- ASSIGNMENT -
Reproduce only what lies between the first line of the material below and the line containing "export interface StructureModelOptions", with both of those lines included and every line kept exact.

- DATA EXTRACT -

....

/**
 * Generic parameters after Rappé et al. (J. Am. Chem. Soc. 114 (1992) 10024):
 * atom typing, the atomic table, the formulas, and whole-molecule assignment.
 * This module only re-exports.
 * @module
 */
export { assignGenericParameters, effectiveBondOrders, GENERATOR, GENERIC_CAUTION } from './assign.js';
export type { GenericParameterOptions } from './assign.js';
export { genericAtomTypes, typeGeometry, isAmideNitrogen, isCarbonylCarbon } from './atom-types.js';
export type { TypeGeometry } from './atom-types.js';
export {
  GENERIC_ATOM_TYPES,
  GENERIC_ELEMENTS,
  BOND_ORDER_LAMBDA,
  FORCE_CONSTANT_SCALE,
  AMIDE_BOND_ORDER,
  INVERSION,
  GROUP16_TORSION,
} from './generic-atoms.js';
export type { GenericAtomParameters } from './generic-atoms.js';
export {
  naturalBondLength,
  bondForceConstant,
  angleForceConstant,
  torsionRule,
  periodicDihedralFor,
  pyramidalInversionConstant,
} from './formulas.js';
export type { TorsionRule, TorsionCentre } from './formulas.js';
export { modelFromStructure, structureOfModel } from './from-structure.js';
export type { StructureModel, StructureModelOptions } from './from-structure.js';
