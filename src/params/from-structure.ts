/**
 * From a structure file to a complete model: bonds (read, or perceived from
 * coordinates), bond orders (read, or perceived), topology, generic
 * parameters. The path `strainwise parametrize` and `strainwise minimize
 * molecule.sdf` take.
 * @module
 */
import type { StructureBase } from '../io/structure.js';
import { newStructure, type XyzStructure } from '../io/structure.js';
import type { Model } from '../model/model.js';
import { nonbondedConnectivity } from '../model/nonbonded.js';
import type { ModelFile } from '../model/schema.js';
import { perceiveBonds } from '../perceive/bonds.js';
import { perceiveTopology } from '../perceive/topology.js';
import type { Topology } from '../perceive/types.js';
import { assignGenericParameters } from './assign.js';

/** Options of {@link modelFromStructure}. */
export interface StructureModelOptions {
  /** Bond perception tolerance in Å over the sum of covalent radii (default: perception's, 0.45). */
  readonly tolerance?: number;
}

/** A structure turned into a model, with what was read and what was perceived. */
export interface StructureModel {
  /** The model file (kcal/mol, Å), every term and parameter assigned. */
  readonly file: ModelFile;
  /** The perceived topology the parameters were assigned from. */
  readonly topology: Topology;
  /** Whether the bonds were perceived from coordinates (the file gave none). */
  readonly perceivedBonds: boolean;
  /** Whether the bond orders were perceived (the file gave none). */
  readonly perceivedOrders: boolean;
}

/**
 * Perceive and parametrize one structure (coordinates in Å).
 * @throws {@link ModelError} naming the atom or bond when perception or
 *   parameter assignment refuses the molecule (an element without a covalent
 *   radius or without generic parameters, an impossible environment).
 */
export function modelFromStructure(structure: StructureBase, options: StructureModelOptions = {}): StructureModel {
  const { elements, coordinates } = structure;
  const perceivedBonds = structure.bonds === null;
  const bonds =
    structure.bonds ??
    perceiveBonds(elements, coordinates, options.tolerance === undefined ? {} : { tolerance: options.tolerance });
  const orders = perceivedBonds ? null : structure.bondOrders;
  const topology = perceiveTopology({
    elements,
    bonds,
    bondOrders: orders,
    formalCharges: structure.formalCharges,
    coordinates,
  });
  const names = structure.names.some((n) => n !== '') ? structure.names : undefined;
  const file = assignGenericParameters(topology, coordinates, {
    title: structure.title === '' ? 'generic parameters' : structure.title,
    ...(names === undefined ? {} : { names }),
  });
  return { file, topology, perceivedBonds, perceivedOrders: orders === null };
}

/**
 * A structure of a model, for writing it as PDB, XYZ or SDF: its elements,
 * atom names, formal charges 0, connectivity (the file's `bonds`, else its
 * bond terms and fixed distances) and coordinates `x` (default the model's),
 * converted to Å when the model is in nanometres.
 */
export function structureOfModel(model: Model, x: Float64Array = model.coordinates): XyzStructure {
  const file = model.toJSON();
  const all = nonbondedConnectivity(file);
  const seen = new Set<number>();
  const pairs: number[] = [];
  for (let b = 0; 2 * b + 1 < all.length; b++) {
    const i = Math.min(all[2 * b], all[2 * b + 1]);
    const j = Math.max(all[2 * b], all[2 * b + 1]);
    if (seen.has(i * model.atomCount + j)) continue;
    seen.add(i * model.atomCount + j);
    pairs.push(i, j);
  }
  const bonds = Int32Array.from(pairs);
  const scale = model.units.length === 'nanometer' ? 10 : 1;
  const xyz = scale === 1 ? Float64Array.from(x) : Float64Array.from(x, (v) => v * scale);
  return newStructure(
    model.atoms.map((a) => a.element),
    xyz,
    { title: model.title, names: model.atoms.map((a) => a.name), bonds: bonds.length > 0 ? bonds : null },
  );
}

....

- FINISHED EXERCISE -
/**
 * Generic parameters after Rappé et al. (J. Am. Chem. Soc. 114 (1992) 10024):
 * atom typing, the atomic table, the formulas, and whole-molecule assignment.
 * This module only re-exports.
 * @module
 */
export { assignGenericParameters, effectiveBondOrders, GENERATOR, GENERIC_CAUTION } from './assign.js';
export type { GenericParameterOptions } from './assign.js';
export { genericAtomTypes, typeGeometry, isAmideNitrogen, isCarbonylCarbon } from './atom-types.js';
export type { TypeGeometry } from './atom-types.js';
export {
  GENERIC_ATOM_TYPES,
  GENERIC_ELEMENTS,
  BOND_ORDER_LAMBDA,
  FORCE_CONSTANT_SCALE,
  AMIDE_BOND_ORDER,
  INVERSION,
  GROUP16_TORSION,
} from './generic-atoms.js';
export type { GenericAtomParameters } from './generic-atoms.js';
export {
  naturalBondLength,
  bondForceConstant,
  angleForceConstant,
  torsionRule,
  periodicDihedralFor,
  pyramidalInversionConstant,
} from './formulas.js';
export type { TorsionRule, TorsionCentre } from './formulas.js';
export { modelFromStructure, structureOfModel } from './from-structure.js';
export type { StructureModel, StructureModelOptions } from './from-structure.js';
filename src/params/from-structure.ts
/**
 * From a structure file to a complete model: bonds (read, or perceived from
 * coordinates), bond orders (read, or perceived), topology, generic
 * parameters. The path `strainwise parametrize` and `strainwise minimize
 * molecule.sdf` take.
 * @module
 */
import type { StructureBase } from '../io/structure.js';
import { newStructure, type XyzStructure } from '../io/structure.js';
import type { Model } from '../model/model.js';
import { nonbondedConnectivity } from '../model/nonbonded.js';
import type { ModelFile } from '../model/schema.js';
import { perceiveBonds } from '../perceive/bonds.js';
import { perceiveTopology } from '../perceive/topology.js';
import type { Topology } from '../perceive/types.js';
import { assignGenericParameters } from './assign.js';

/** Options of {@link modelFromStructure}. */
export interface StructureModelOptions {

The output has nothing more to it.